■ **What this task involves**
Every record must be retyped as it stands.

■ **Available data**
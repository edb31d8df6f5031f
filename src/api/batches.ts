import type { ApproveStartUp, BatchAnswer, BatchList, EndBatch, PlanBatch } from '#shared/schemas/batches.ts'
import type { MachineEventAnswer, RecordEvent } from '#shared/schemas/machine-events.ts'
import type { BatchState } from '#shared/vocabulary.ts'
import { api } from './client.ts'

export interface BatchFilter {
  siteId?: string | undefined
  state?: BatchState | undefined
  search?: string | undefined
  limit?: number | undefined
}

export const fetchBatches = (filter: BatchFilter, signal?: AbortSignal) =>
  api.get<BatchList>('/batches', { query: { ...filter }, ...(signal ? { signal } : {}) })
export const fetchBatch = (id: string, signal?: AbortSignal) => api.get<BatchAnswer>(`/batches/${id}`, signal ? { signal } : {})
export const planBatch = (request: PlanBatch, idempotencyKey: string) => api.post<BatchAnswer>('/batches', request, { idempotencyKey })
export const startBatch = (id: string, version: number, idempotencyKey: string) =>
  api.post<BatchAnswer>(`/batches/${id}/start`, { version }, { idempotencyKey })
export const endBatch = (id: string, request: EndBatch, idempotencyKey: string) =>
  api.post<BatchAnswer>(`/batches/${id}/end`, request, { idempotencyKey })
export const approveStartUp = (id: string, request: ApproveStartUp, idempotencyKey: string) =>
  api.post<BatchAnswer>(`/batches/${id}/start-up-approval`, request, { idempotencyKey })
export const fetchEvents = (batchId: string, signal?: AbortSignal) =>
  api.get<MachineEventAnswer[]>(`/batches/${batchId}/events`, signal ? { signal } : {})
export const recordEvent = (batchId: string, event: RecordEvent, idempotencyKey: string) =>
  api.post<MachineEventAnswer>(`/batches/${batchId}/events`, event, { idempotencyKey })
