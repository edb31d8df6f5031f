import type { AddReviewAction, CloseReviewAction, ReviewActionAnswer, ReviewAnswer } from '#shared/schemas/review.ts'
import type { CaughtMail } from '#shared/schemas/mail.ts'
import { api } from './client.ts'

export const fetchReview = (siteId: string, week: string, signal?: AbortSignal) =>
  api.get<ReviewAnswer>(`/reviews/${week}`, { query: { siteId }, ...(signal ? { signal } : {}) })
export const freezeReview = (siteId: string, week: string, idempotencyKey: string) =>
  api.post<ReviewAnswer>(`/reviews/${week}/freeze`, { siteId }, { idempotencyKey })
export const addReviewAction = (week: string, request: AddReviewAction, idempotencyKey: string) =>
  api.post<ReviewActionAnswer>(`/reviews/${week}/actions`, request, { idempotencyKey })
export const closeReviewAction = (id: string, request: CloseReviewAction, idempotencyKey: string) =>
  api.post<ReviewActionAnswer>(`/review-actions/${id}/closure`, request, { idempotencyKey })
export const fetchCaughtMail = (signal?: AbortSignal) => api.get<CaughtMail[]>('/caught-mail', signal ? { signal } : {})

■ **Your response**
repository edb31d8df6f5031f
filename src/api/batches.ts
import type { ApproveStartUp, BatchAnswer, BatchList, EndBatch, PlanBatch } from '#shared/schemas/batches.ts'
import type { MachineEventAnswer, RecordEvent } from '#shared/schemas/machine-events.ts'
import type { BatchState } from '#shared/vocabulary.ts'
import { api } from './client.ts'

export interface BatchFilter {
  siteId?: string | undefined
  state?: BatchState | undefined
  search?: string | undefined
  limit?: number | undefined
}

export const fetchBatches = (filter: BatchFilter, signal?: AbortSignal) =>
  api.get<BatchList>('/batches', { query: { ...filter }, ...(signal ? { signal } : {}) })
export const fetchBatch = (id: string, signal?: AbortSignal) => api.get<BatchAnswer>(`/batches/${id}`, signal ? { signal } : {})
export const planBatch = (request: PlanBatch, idempotencyKey: string) => api.post<BatchAnswer>('/batches', request, { idempotencyKey })
export const startBatch = (id: string, version: number, idempotencyKey: string) =>
  api.post<BatchAnswer>(`/batches/${id}/start`, { version }, { idempotencyKey })
export const endBatch = (id: string, request: EndBatch, idempotencyKey: string) =>
  api.post<BatchAnswer>(`/batches/${id}/end`, request, { idempotencyKey })
export const approveStartUp = (id: string, request: ApproveStartUp, idempotencyKey: string) =>
  api.post<BatchAnswer>(`/batches/${id}/start-up-approval`, request, { idempotencyKey })
export const fetchEvents = (batchId: string, signal?: AbortSignal) =>
  api.get<MachineEventAnswer[]>(`/batches/${batchId}/events`, signal ? { signal } : {})
export const recordEvent = (batchId: string, event: RecordEvent, idempotencyKey: string) =>
  api.post<MachineEventAnswer>(`/batches/${batchId}/events`, event, { idempotencyKey })
repository edb31d8df6f5031f
import type { AddReviewAction, CloseReviewAction, ReviewActionAnswer, ReviewAnswer } from '#shared/schemas/review.ts'
import type { CaughtMail } from '#shared/schemas/mail.ts'
import { api } from './client.ts'

export const fetchReview = (siteId: string, week: string, signal?: AbortSignal) =>
  api.get<ReviewAnswer>(`/reviews/${week}`, { query: { siteId }, ...(signal ? { signal } : {}) })
export const freezeReview = (siteId: string, week: string, idempotencyKey: string) =>
  api.post<ReviewAnswer>(`/reviews/${week}/freeze`, { siteId }, { idempotencyKey })
export const addReviewAction = (week: string, request: AddReviewAction, idempotencyKey: string) =>
  api.post<ReviewActionAnswer>(`/reviews/${week}/actions`, request, { idempotencyKey })
export const closeReviewAction = (id: string, request: CloseReviewAction, idempotencyKey: string) =>
  api.post<ReviewActionAnswer>(`/review-actions/${id}/closure`, request, { idempotencyKey })
export const fetchCaughtMail = (signal?: AbortSignal) => api.get<CaughtMail[]>('/caught-mail', signal ? { signal } : {})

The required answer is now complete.